Poured into the glass, CUTTHROAT PALE ALE is golden orange with a foamy head that dissipates quickly. Right away the aroma is intriguing: malty and grassy with suggestions of caramel and buttered bread. So the actual first sip is disconcerting—instead of the mellow, malty flavor I’d expect from a pale ale, CUTTHROAT jabs you with hops and an aggressive carbonation level that actually challenges the palate to reconcile its one-two-punchiness with the delectably gentle malt promised to the nose.

It’s kind of fisty that way really. Everything olfactory tells you you’re in for a soft, caramel-tinged sipper, and then CUTTHROAT yanks your arm up behind your back and says very threateningly, “Bend over!”

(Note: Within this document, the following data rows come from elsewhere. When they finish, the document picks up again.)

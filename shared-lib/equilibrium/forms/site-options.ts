/** What one site can become — open, hydrate, its anion, hemiacetals, a ring — in each charge state of the molecule. */

import type { CarbonylSite } from "../../compounds/perception/types.ts";
import type { Compound } from "../../compounds/types.ts";
import type { DerivationLine, FormKind } from "../../model/contract.ts";
import { adductConstant, readyShare } from "../adducts/adducts.ts";
import { openStateRatio, siteAcidity } from "../charge-state.ts";
import { hemiacetalConstant } from "../constants/hemiacetal.ts";
import { hydrationConstant } from "../constants/hydration.ts";
import type { ChargeState, ConstantEstimate, NoConstant } from "../constants/types.ts";
import { diolAcidity } from "../diol-acidity.ts";
import { ringClosure } from "../ring-closure.ts";
import { type Conditions, type ErrorSources, type MediumCorrection, type SiteConstants, WATER } from "./species.ts";

/** One form of a site, as its ratio to the open uncharged site. */
export interface SiteOption {
  readonly kind: FormKind;
  readonly label: string;
  readonly smiles?: string;
  readonly ln: number;
  readonly errors: ErrorSources;
  readonly ligand?: string;
  readonly correction?: MediumCorrection;
}

export interface SiteOptions {
  readonly site: CarbonylSite;
  /** The first one is the open uncharged site, with ln 0. */
  readonly options: readonly SiteOption[];
  readonly constants: SiteConstants;
  readonly lines: readonly DerivationLine[];
}

const { LN10 } = Math;
/** Σσ⁺ below which the ring carries an amine. */
const MOST_DONATING = -1;

export const OPEN: SiteOption = { kind: "free carbonyl", label: "free carbonyl", ln: 0, errors: {} };

function alike(a: CarbonylSite, b: CarbonylSite): boolean {
  return a.class === b.class && a.hydrogens === b.hydrogens && Math.abs(a.sigmaStar - b.sigmaStar) < 1e-9;
}

/** Hydration constant of one site; a constant published for the molecule counts all the sites that are alike. */
export function siteHydration(
  compound: Compound,
  site: CarbonylSite,
  state: ChargeState,
  conditions: Conditions,
): ConstantEstimate | NoConstant {
  const same = (compound.carbonyl?.sites ?? []).filter((other) => alike(other, site));
  const leading = same.some((other) => other.leading);
  return hydrationConstant(
    compound.smiles,
    leading === site.leading ? site : { ...site, leading },
    Math.max(1, same.length),
    {
      temperatureK: conditions.temperatureK,
      state,
      correlationOnly: conditions.correlationOnly,
    },
  );
}

/** Perception of the site with its acid as carboxylate. */
function inState(site: CarbonylSite, state: ChargeState): CarbonylSite {
  return state === "anion" && site.acylKinds.includes("acid") ? { ...site, carboxylate: true } : site;
}

/** Diols that DMSO holds: of aryl trifluoromethyl ketones without N–H, and of 2-nitrobenzaldehyde (media README). */
function hasAcidicDiol(site: CarbonylSite): boolean {
  if (!site.aryl) return false;
  if (site.class === "trifluoromethyl ketone") return site.aryl.sigmaPlus > MOST_DONATING;
  return site.class === "aryl aldehyde" && site.aryl.ortho.includes("NO2");
}

function diolCorrection(site: CarbonylSite): MediumCorrection {
  if (site.class === "alpha-keto acid") return "diol of a keto acid";
  return hasAcidicDiol(site) ? "acidic diol" : "diol";
}

function hydrates(
  site: CarbonylSite,
  key: string,
  hydration: ConstantEstimate,
  before: SiteOption,
  conditions: Conditions,
): SiteOption[] {
  if (!conditions.water) return [];
  const ln = before.ln + LN10 * hydration.log10;
  const errors = { ...before.errors, [`hydration ${key}`]: hydration.sd };
  const acidity = diolAcidity(site);
  const shared = { ligand: WATER, correction: diolCorrection(site) };
  return [
    { kind: "hydrate", label: "gem-diol hydrate", smiles: site.hydrateSmiles, ln, errors, ...shared },
    {
      kind: "hydrate anion",
      label: "anion of the hydrate",
      ln: ln + LN10 * (conditions.pH - acidity.pKa),
      errors: { ...errors, [`diol acidity ${key}`]: acidity.sd },
      ...shared,
    },
  ];
}

/** @param unmeasured do not read measured hemiacetal constants: they are those of the uncharged molecule */
function hemiacetals(
  site: CarbonylSite,
  key: string,
  hydration: ConstantEstimate,
  before: SiteOption,
  conditions: Conditions,
  unmeasured: boolean,
) {
  const options: SiteOption[] = [];
  const alcohols: { name: string; constant: ConstantEstimate }[] = [];
  for (const alcohol of conditions.alcohols) {
    const constant = hemiacetalConstant(site, hydration, alcohol, conditions.temperatureK, unmeasured);
    if (!constant) continue;
    alcohols.push({ name: alcohol, constant });
    // The hydration constant's error is shared with the hydrate; what the alcohol adds is its own.
    const own = Math.sqrt(Math.max(0, constant.sd ** 2 - hydration.sd ** 2));
    options.push({
      kind: "hemiacetal",
      label: `${alcohol} hemiacetal`,
      ln: before.ln + LN10 * constant.log10,
      errors: {
        ...before.errors,
        [`hydration ${key}`]: Math.min(hydration.sd, constant.sd),
        [`term of ${alcohol}`]: own,
      },
      ligand: alcohol,
      correction: `alcohol:${alcohol}`,
    });
  }
  return { options, alcohols };
}

/** The charged open molecule beside the uncharged one, as the reference of its own hydrate. */
function chargedReference(
  compound: Compound,
  site: CarbonylSite,
  uncharged: ConstantEstimate,
  conditions: Conditions,
): { readonly state: ChargeState; readonly option: SiteOption; readonly hydration: ConstantEstimate } | undefined {
  const acidity = siteAcidity(compound, site);
  if (!acidity) return undefined;
  const hydration = siteHydration(compound, inState(site, acidity.state), acidity.state, conditions);
  if ("outside" in hydration) return undefined;
  const ratio = openStateRatio(acidity, conditions.pH, {
    uncharged: 1 + 10 ** uncharged.log10,
    charged: 1 + 10 ** hydration.log10,
  });
  const option: SiteOption = { ...OPEN, ln: ratio.ln, errors: { [`acidity ${site.atom}`]: ratio.sd } };
  return { state: acidity.state, option, hydration };
}

function adducts(site: CarbonylSite, key: string, hydration: ConstantEstimate, conditions: Conditions) {
  const options: SiteOption[] = [];
  const lines: DerivationLine[] = [];
  for (const { compound, kind } of conditions.partners) {
    const constant = adductConstant(site, hydration.log10, kind, compound, conditions.temperatureK);
    if (!constant) continue;
    const ready = readyShare(kind, compound, conditions.pH);
    if (!(ready > 0)) continue;
    options.push({
      kind: kind.kind,
      label: `${site.class === "formaldehyde" && kind.adduct === "imine" ? "hydroxymethylamine" : kind.adduct} with ${compound.name}`,
      ln: LN10 * constant.log10 + Math.log(ready),
      errors: { [`adduct ${key} ${compound.id}`]: constant.sd },
      ligand: `with:${compound.id}`,
      ...(kind.releasesWater && site.class !== "formaldehyde" ? { correction: "condensed" as const } : {}),
    });
    lines.push(constant.line);
  }
  return { options, lines };
}

/** Options of a site, or why its constant is out of reach. */
export function siteOptions(compound: Compound, site: CarbonylSite, conditions: Conditions): SiteOptions | NoConstant {
  const hydration = siteHydration(compound, site, "neutral", conditions);
  if ("outside" in hydration) return hydration;
  // Sites that are alike share their constant, and so its error.
  const key = String((compound.carbonyl?.sites.find((other) => alike(other, site)) ?? site).atom);
  const options: SiteOption[] = [OPEN, ...hydrates(site, key, hydration, OPEN, conditions)];
  const ethers = hemiacetals(site, key, hydration, OPEN, conditions, conditions.correlationOnly);
  options.push(...ethers.options);
  const lines: DerivationLine[] = [];
  const charged = chargedReference(compound, site, hydration, conditions);
  if (charged) {
    const written = inState(site, charged.state);
    const own = `${key} ${charged.state}`;
    const more = hemiacetals(written, own, charged.hydration, charged.option, conditions, true);
    options.push(charged.option, ...hydrates(written, own, charged.hydration, charged.option, conditions));
    options.push(...more.options);
    const shown = (constant: ConstantEstimate): string => constant.log10.toFixed(2).replace("-", "−");
    lines.push({
      says: `At pH ${conditions.pH.toFixed(1)} the ${charged.option.ln > 0 ? charged.state : "uncharged form"} dominates; each state counts with its own constant`,
      value: `log K ${shown(hydration)} uncharged, ${shown(charged.hydration)} ${charged.state}`,
    });
  }
  const ring = ringClosure(site, compound.smiles, conditions.temperatureK, conditions.correlationOnly);
  if (ring) {
    options.push({
      kind: "cyclic hemiacetal",
      label: ring.label,
      ...(site.closure ? { smiles: site.closure.smiles } : {}),
      ln: LN10 * ring.log10,
      errors: { [`ring ${key}`]: ring.sd },
    });
    lines.push(ring.line);
  }
  const others = adducts(site, key, hydration, conditions);
  options.push(...others.options);
  lines.push(...others.lines);
  const lead = { says: `${site.class}${hydration.method === "measured" ? ", measured for this compound" : ""}` };
  return {
    site,
    options,
    constants: { site, hydration, alcohols: ethers.alcohols },
    lines: [lead, ...hydration.lines, ...lines, ...ethers.alcohols.flatMap(({ constant }) => constant.lines)],
  };
}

Because it’s really much more of a bitter than a pale ale. The hoppy profile would appeal tremendously to IPA fans as well as classic bitter drinkers. After a quick adjustment of expectations the hops are in fact delightfully clean and fresh, not to mention perfectly appropriate for the fizz level.

The finish is very dry and long. At first my impression was OMG, what was that? but halfway through the bottle I was smitten with CUTTHROAT and couldn’t possibly begrudge its take-no-prisoners assault on my tastebuds. It’s a fantastically violent beer that, in all honesty, Scary probably couldn’t have handled.

As Christine said approvingly, “It is called CUTTHROAT, after all.”